→ Work order:
Within the data below, tally the lines that contain "Where" and state only the total.

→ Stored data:
# # #

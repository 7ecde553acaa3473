namespace PartPick.Catalog.Tests.BuiltIn;

public class PortTests
{
    private static PortPart[] All => [.. BuiltInParts.Catalog.Ports];

    private static PortPart[] Slow => [.. All.Where(port => port.FrequencyMaxHz < 1e6)];

    private static PortPart[] Fast => [.. All.Where(port => port.FrequencyMaxHz >= 1e6)];

    [Fact]
    public void A_port_states_either_its_transconductance_or_the_largest_critical_one()
    {
        Assert.All(All, port => Assert.All(port.Points, point =>
            Assert.True(port.CriticalTransconductanceMaxSiemens is null == point.GmSiemens is not null, port.Id)));
        Assert.Contains(Slow, port => port.CriticalTransconductanceMaxSiemens is null);
        Assert.Contains(Slow, port => port.CriticalTransconductanceMaxSiemens is not null);
        Assert.Contains(Fast, port => port.CriticalTransconductanceMaxSiemens is null);
        Assert.Contains(Fast, port => port.CriticalTransconductanceMaxSiemens is not null);
    }

    [Fact]
    public void Slow_ports_are_for_tuning_forks_and_fast_ones_for_megahertz()
    {
        Assert.Equal(4, Slow.Length);
        Assert.Equal(4, Fast.Length);
        Assert.All(Slow, port => Assert.True(port is { FrequencyMinHz: < 32768, FrequencyMaxHz: > 32768 }));
        Assert.All(Fast, port => Assert.True(port is { FrequencyMinHz: >= 1e6, FrequencyMaxHz: >= 24e6 and <= 48e6 }));
    }

    [Fact]
    public void Transconductance_is_that_of_such_ports()
    {
        Assert.All(Slow.SelectMany(port => port.Points).Where(point => point.GmMinSiemens is not null), point =>
            Assert.InRange(point.GmMinSiemens!.Value, 5e-6, 25e-6));
        Assert.All(Slow.Where(port => port.CriticalTransconductanceMaxSiemens is not null), port =>
            Assert.InRange(port.CriticalTransconductanceMaxSiemens!.Value, 0.5e-6, 2.5e-6));

        // Makers' data sheets: 3.5 to 25 mS.
        Assert.All(Fast.SelectMany(port => port.Points).Where(point => point.GmSiemens is not null), point =>
            Assert.True(point is { GmMinSiemens: >= 3.5e-3, GmSiemens: <= 25e-3 }));
        Assert.All(Fast.Where(port => port.CriticalTransconductanceMaxSiemens is not null), port =>
            Assert.InRange(port.CriticalTransconductanceMaxSiemens!.Value, 1e-3, 2e-3));
    }

    [Fact]
    public void Pin_capacitances_are_those_of_makers_data_sheets()
    {
        Assert.All(Slow, port => Assert.InRange(port.InputFarads!.Value / BuiltInParts.Pico, 2.3, 3.7));
        Assert.All(Slow, port => Assert.InRange(port.OutputFarads!.Value / BuiltInParts.Pico, 2.3, 3.7));
        Assert.All(Fast, port => Assert.InRange(port.InputFarads!.Value / BuiltInParts.Pico, 5.8, 6.7));
        Assert.All(Fast, port => Assert.InRange(port.OutputFarads!.Value / BuiltInParts.Pico, 3.1, 4.2));
    }

    [Fact]
    public void A_stated_swing_is_below_the_lowest_supply() => Assert.All(
        All.Where(port => port.SwingVolts is not null), port => Assert.True(port.SwingVolts < port.Points[0].SupplyVolts, port.Id));

    [Fact]
    public void Every_slow_port_holds_its_swing_down() => Assert.All(Slow, port => Assert.InRange(port.SwingVolts!.Value, 0.3, 1.1));

    [Fact]
    public void A_port_costs_nothing_because_it_is_on_the_board_anyway() => Assert.All(All, port =>
    {
        Assert.Equal(0, port.CostEach(1000));
        Assert.Equal("on the board anyway", port.Note);
    });
}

# # #

→ Reply to the exercise:
7